* _About this task_
Once you reach the line containing "numerator, uint64_t denominator)" in the entries below, write out that line and each one after it down to the line containing "rest <<= 1;", exactly and with nothing added.

(Data excerpts)
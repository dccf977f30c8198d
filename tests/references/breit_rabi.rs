//! Clock atoms in a magnetic field.
//!
//! Source: G. Breit and I. I. Rabi, Phys. Rev. 38, 2082 (1931), the closed form.
//! Constants: hydrogen line 1420405751.768 Hz (quoted with its source in the
//! reference collection), rubidium-87 6834682610.904324 Hz (BIPM CCTF 2004), caesium
//! 9192631770 Hz (SI); g-factors E. Arimondo, M. Inguscio and P. Violino, Rev. Mod. Phys. 49, 31
//! (1977), from memory, as printed by D. A. Steck.

use super::solved::{close, level, parts, record, samples, series};

/// Bohr magneton over h in Hz/T, both CODATA 2022 (h exact).
const MAGNETON: f64 = 9.2740100657e-24 / 6.62607015e-34;

struct Atom {
    name: &'static str,
    /// Twice the nuclear spin.
    twice: u32,
    splitting: f64,
    electron: f64,
    nucleus: f64,
    /// Published quadratic coefficient of the clock line, Hz/G^2, and its digits.
    quadratic: (f64, f64),
}

const ATOMS: [Atom; 3] = [
    Atom {
        name: "hydrogen",
        twice: 1,
        splitting: 1420405751.768,
        electron: 2.00228385,
        nucleus: -0.00304204,
        quadratic: (2773.004, 1e-6),
    },
    Atom {
        name: "rubidium",
        twice: 3,
        splitting: 6834682610.904324,
        electron: 2.00233113,
        nucleus: -0.0009951414,
        quadratic: (575.145986, 1e-8),
    },
    Atom {
        name: "caesium",
        twice: 7,
        splitting: 9192631770.0,
        electron: 2.00254032,
        nucleus: -0.00039885395,
        quadratic: (427.4533537, 1e-8),
    },
];

impl Atom {
    fn spin(&self) -> f64 {
        f64::from(self.twice) / 2.0
    }

    fn constants(&self) -> String {
        // A (I + 1/2) is the splitting at zero field.
        format!(
            "nu0: {} Hz, gS: {}, gI: {}, width: {}",
            self.splitting,
            self.electron,
            self.nucleus,
            self.spin() + 0.5
        )
    }

    /// Level of the block m, upper (+1) or lower (-1), in Hz.
    fn level(&self, field: f64, m: f64, sign: f64) -> f64 {
        let x = (self.electron - self.nucleus) * MAGNETON * field / self.splitting;
        let states = 2.0 * self.spin() + 1.0;
        let root = (1.0 + 4.0 * m * x / states + x * x).sqrt();
        -self.splitting / (2.0 * states)
            + self.nucleus * MAGNETON * m * field
            + 0.5 * sign * self.splitting * root
    }

    fn solved(&self, control: &str, formulas: &str) -> serde_json::Value {
        record(&parts(
            &self.constants(),
            &format!("S: spin 1/2, I: spin {}/2", self.twice),
            "h*nu0/width*dot(S, I) + muB*B*(gS*S.z + gI*I.z)",
            "m: S.z + I.z",
            control,
            formulas,
        ))
    }
}

/// The quadratic coefficient of the clock line, computed and published, with the next
/// term `-K^2/(2 nu0)`.
#[test]
fn clock_lines_have_their_published_quadratic_coefficients() {
    for atom in &ATOMS {
        let line = "  line:\n    unit: Hz\n    sum: [{system: s, level: 2, where: {m: 0}}, {system: s, level: 1, where: {m: 0}, times: -1}]\n    value: shift\n    order: 4\n    tolerance: 0.1 Hz\n";
        let found = atom.solved("symbol: B, unit: G, within: [-1, 1]", line);
        let e = series(&found, "line");
        let per_gauss = (atom.electron - atom.nucleus) * MAGNETON * 1e-4;
        let quadratic = per_gauss * per_gauss / (2.0 * atom.splitting);
        close(e[0], atom.splitting, 1e-14, 0.0, atom.name);
        close(e[2], quadratic, 1e-11, 0.0, atom.name);
        close(e[2], atom.quadratic.0, atom.quadratic.1, 0.0, atom.name);
        close(e[4], -quadratic * quadratic / (2.0 * atom.splitting), 1e-8, 0.0, atom.name);
        assert_eq!((e[1], e[3]), (0.0, 0.0), "{}", atom.name);
        assert_eq!(found["formulas"]["line"]["valid"]["limited_by"], serde_json::json!(["within", "within"]));
        for [field, exact, _] in samples(&found, "line") {
            // Tenths of a hertz on nine gigahertz; the shift itself is kept to its own digits.
            let x = per_gauss * field / atom.splitting;
            let shift = atom.splitting * x * x / (1.0 + (1.0 + x * x).sqrt());
            close(exact, shift, 1e-9, 1e-3, &format!("{} at {field} G", atom.name));
        }
    }
}

/// Every block's levels at many fields: 1,000 samples over all atoms and blocks.
#[test]
fn exact_levels_follow_the_closed_form_at_a_thousand_fields() {
    let mut compared = 0;
    for atom in &ATOMS {
        let top = atom.spin() + 0.5;
        let mut blocks = Vec::new();
        let mut m = -top;
        while m <= top {
            blocks.push(m);
            m += 1.0;
        }
        for centre in [0.003, 0.02, 0.1, 0.5] {
            let formulas: String = blocks
                .iter()
                .enumerate()
                .flat_map(|(idx, m)| {
                    let count = if m.abs() == top { 1 } else { 2 };
                    (1..=count).map(move |n| {
                        level(&format!("b{idx}n{n}"), n, &format!(", where: {{m: {m}}}"), "Hz", 4, 1e6)
                    })
                })
                .collect();
            let found = atom.solved(
                &format!("symbol: B, unit: T, at: {centre}, within: [{}, {}]", 0.9 * centre, 1.1 * centre),
                &formulas,
            );
            for (idx, &m) in blocks.iter().enumerate() {
                let stretched = m.abs() == top;
                for n in 1..=if stretched { 1 } else { 2 } {
                    let name = format!("b{idx}n{n}");
                    for [field, exact, _] in samples(&found, &name) {
                        let x = (atom.electron - atom.nucleus) * MAGNETON * field / atom.splitting;
                        // The stretched level is 1 + x or 1 - x without a root.
                        let closed = if stretched {
                            let states = 2.0 * atom.spin() + 1.0;
                            -atom.splitting / (2.0 * states)
                                + atom.nucleus * MAGNETON * m * field
                                + 0.5 * atom.splitting * (1.0 + m.signum() * x)
                        } else {
                            atom.level(field, m, if n == 1 { -1.0 } else { 1.0 })
                        };
                        close(
                            exact,
                            closed,
                            1e-13,
                            atom.splitting,
                            &format!("{} {name} at {field} T", atom.name),
                        );
                        compared += 1;
                    }
                }
            }
        }
    }
    assert!(compared >= 1000, "{compared}");
}
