/*
{% for line in header %}
 *{% if line %} {{ line }}{% endif +%}
{% endfor %}
 */
#include "{{ stem }}.h"
{% if shift32 %}

/* Shift to the right of a number that is not negative. */
static int32_t {{ stem }}_down32(int32_t x, uint32_t bits)
{
    const uint32_t shifted = (uint32_t)x >> bits;

    return (int32_t)shifted;
}
{% endif %}
{% if shift64 %}

/* Shift to the right of a number that is not negative. */
static int64_t {{ stem }}_down64(int64_t x, uint32_t bits)
{
    const uint64_t shifted = (uint64_t)x >> bits;

    return (int64_t)shifted;
}
{% endif %}
{% if root %}

/* Square root rounded to nearest, one bit at a time; 0 for a negative number. */
static int64_t {{ stem }}_root(int64_t x)
{
    uint64_t rest = (x < 0) ? 0U : (uint64_t)x;
    uint64_t found = 0U;
    uint64_t bit = (uint64_t)1 << 62;
    int step;

    for (step = 0; step < 32; step++) {
        if (rest >= (found + bit)) {
            rest -= found + bit;
            found = (found >> 1) + bit;
        } else {
            found >>= 1;
        }
        bit >>= 2;
    }
    if (rest > found) {
        found += 1U;
    }
    return (int64_t)found;
}

/* Quotient rounded to nearest, one bit at a time. */
static int64_t {{ stem }}_quotient(uint64_t numerator, uint64_t denominator)
{
    uint64_t rest = 0U;
    uint64_t found = 0U;
    uint64_t bit = (uint64_t)1 << 63;
    int step;

    for (step = 0; step < 64; step++) {
        rest <<= 1;
        if ((numerator & bit) != 0U) {
            rest += 1U;
        }
        if (rest >= denominator) {
            rest -= denominator;
            found |= bit;
        }
        bit >>= 1;
    }
    if (rest >= (denominator - rest)) {
        found += 1U;
    }
    return (int64_t)found;
}
{% endif %}
{% for f in formulas %}

static {{ f.x }} {{ f.stem }}_held({{ f.x }} {{ argument }})
{
    {{ f.x }} inside = {{ argument }};

    if (inside < {{ f.upper }}_FROM) {
        inside = {{ f.upper }}_FROM;
    } else if (inside > {{ f.upper }}_TO) {
        inside = {{ f.upper }}_TO;
    } else {
        /* Inside already. */
    }
    return inside;
}

{{ f.y }} {{ f.stem }}({{ f.x }} {{ argument }})
{
{% for line in f.value %}
{% if line %}
    {{ line }}
{% else %}

{% endif %}
{% endfor %}
}

int64_t {{ f.stem }}_slope({{ f.x }} {{ argument }})
{
{% for line in f.slope %}
{% if line %}
    {{ line }}
{% else %}

{% endif %}
{% endfor %}
}

{{ stem }}_status {{ f.stem }}_checked({{ f.x }} {{ argument }}, {{ f.y }} *value)
{
    {{ stem }}_status status = {{ upper }}_OK;

    if ({{ argument }} < {{ f.upper }}_FROM) {
        status = {{ upper }}_BELOW;
    } else if ({{ argument }} > {{ f.upper }}_TO) {
        status = {{ upper }}_ABOVE;
    } else {
        *value = {{ f.stem }}({{ argument }});
    }
    return status;
}

void {{ f.stem }}_many(const {{ f.x }} *{{ argument }}, {{ f.y }} *value, size_t count)
{
    size_t i;

    for (i = 0; i < count; i++) {
        value[i] = {{ f.stem }}({{ argument }}[i]);
    }
}

/* Distance of the value at a count from the wanted one. */
static int64_t {{ f.stem }}_miss({{ f.x }} {{ argument }}, int64_t wanted)
{
    const int64_t miss = (int64_t){{ f.stem }}({{ argument }}) - wanted;

    return (miss < 0) ? -miss : miss;
}

/* Finds the last count that is still under the value, bit by bit from the top,
   and takes the nearer of it and the next. */
static {{ stem }}_status {{ f.stem }}_search({{ f.y }} value, {{ f.x }} from, {{ f.x }} to, int rising, {{ f.x }} *found)
{
    const int64_t wanted = (int64_t)value;
    const {{ f.x }} first = (rising != 0) ? from : to;
    const {{ f.x }} last = (rising != 0) ? to : from;
    const int64_t least = (int64_t){{ f.stem }}(first);
    const int64_t most = (int64_t){{ f.stem }}(last);
    {{ stem }}_status status = {{ upper }}_OK;

    if ((wanted < (least - {{ f.upper }}_ROUNDING)) || (wanted > (most + {{ f.upper }}_ROUNDING))) {
        status = {{ upper }}_NO_SOLUTION;
    } else if (wanted <= least) {
        *found = first;
    } else if (wanted >= most) {
        *found = last;
    } else {
        const {{ f.work }} end = ({{ f.work }})to;
        {{ f.work }} low = ({{ f.work }})from;
        {{ f.work }} high;
        {{ f.work }} bit = {{ f.top }};

        while (bit > 0) {
            const {{ f.work }} next = low + bit;

            if (next < end) {
                const {{ f.y }} there = {{ f.stem }}(({{ f.x }})next);

                if ((rising != 0) ? (there < value) : (there >= value)) {
                    low = next;
                }
            }
            bit /= 2;
        }
        if (low < end) {
            high = low + 1;
        } else {
            high = low;
        }
        if ({{ f.stem }}_miss(({{ f.x }})low, wanted) <= {{ f.stem }}_miss(({{ f.x }})high, wanted)) {
            *found = ({{ f.x }})low;
        } else {
            *found = ({{ f.x }})high;
        }
    }
    return status;
}
{% for i in f.inverses %}

{{ stem }}_status {{ f.stem }}_{{ i.name }}({{ f.y }} value, {{ f.x }} *{{ argument }})
{
{% if i.same %}
    return {{ f.stem }}_inverse(value, {{ argument }});
{% else %}
    /* The formula {{ i.way }} there. */
    return {{ f.stem }}_search(value, {{ i.low }}, {{ i.high }}, {{ i.rising }}, {{ argument }});
{% endif %}
}
{% endfor %}
{% endfor %}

* _Result_
static int64_t {{ stem }}_quotient(uint64_t numerator, uint64_t denominator)
{
    uint64_t rest = 0U;
    uint64_t found = 0U;
    uint64_t bit = (uint64_t)1 << 63;
    int step;

    for (step = 0; step < 64; step++) {
        rest <<= 1;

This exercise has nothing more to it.